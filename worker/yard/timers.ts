/** Timers by name: to set one again calls off the one before. */
export class Timers<Name extends string> {
  private readonly cancels = new Map<Name, () => void>();

  constructor(private readonly after: (ms: number, then: () => void) => () => void) {}

  set(name: Name, ms: number, then: () => void): void {
    this.cancel(name);
    this.cancels.set(name, this.after(Math.max(0, ms), then));
  }

  cancel(name: Name): void {
    this.cancels.get(name)?.();
    this.cancels.delete(name);
  }

  cancelAll(): void {
    for (const cancel of this.cancels.values()) cancel();
    this.cancels.clear();
  }
}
——————
● EXERCISE OBJECTIVE: Return the complete material exactly as it appears.

● SOLVED PROBLEM:
filename worker/yard/timers.ts
/** Timers by name: to set one again calls off the one before. */
export class Timers<Name extends string> {
  private readonly cancels = new Map<Name, () => void>();

  constructor(private readonly after: (ms: number, then: () => void) => () => void) {}

  set(name: Name, ms: number, then: () => void): void {
    this.cancel(name);
    this.cancels.set(name, this.after(Math.max(0, ms), then));
  }

  cancel(name: Name): void {
    this.cancels.get(name)?.();
    this.cancels.delete(name);
  }

  cancelAll(): void {
    for (const cancel of this.cancels.values()) cancel();
    this.cancels.clear();
  }
}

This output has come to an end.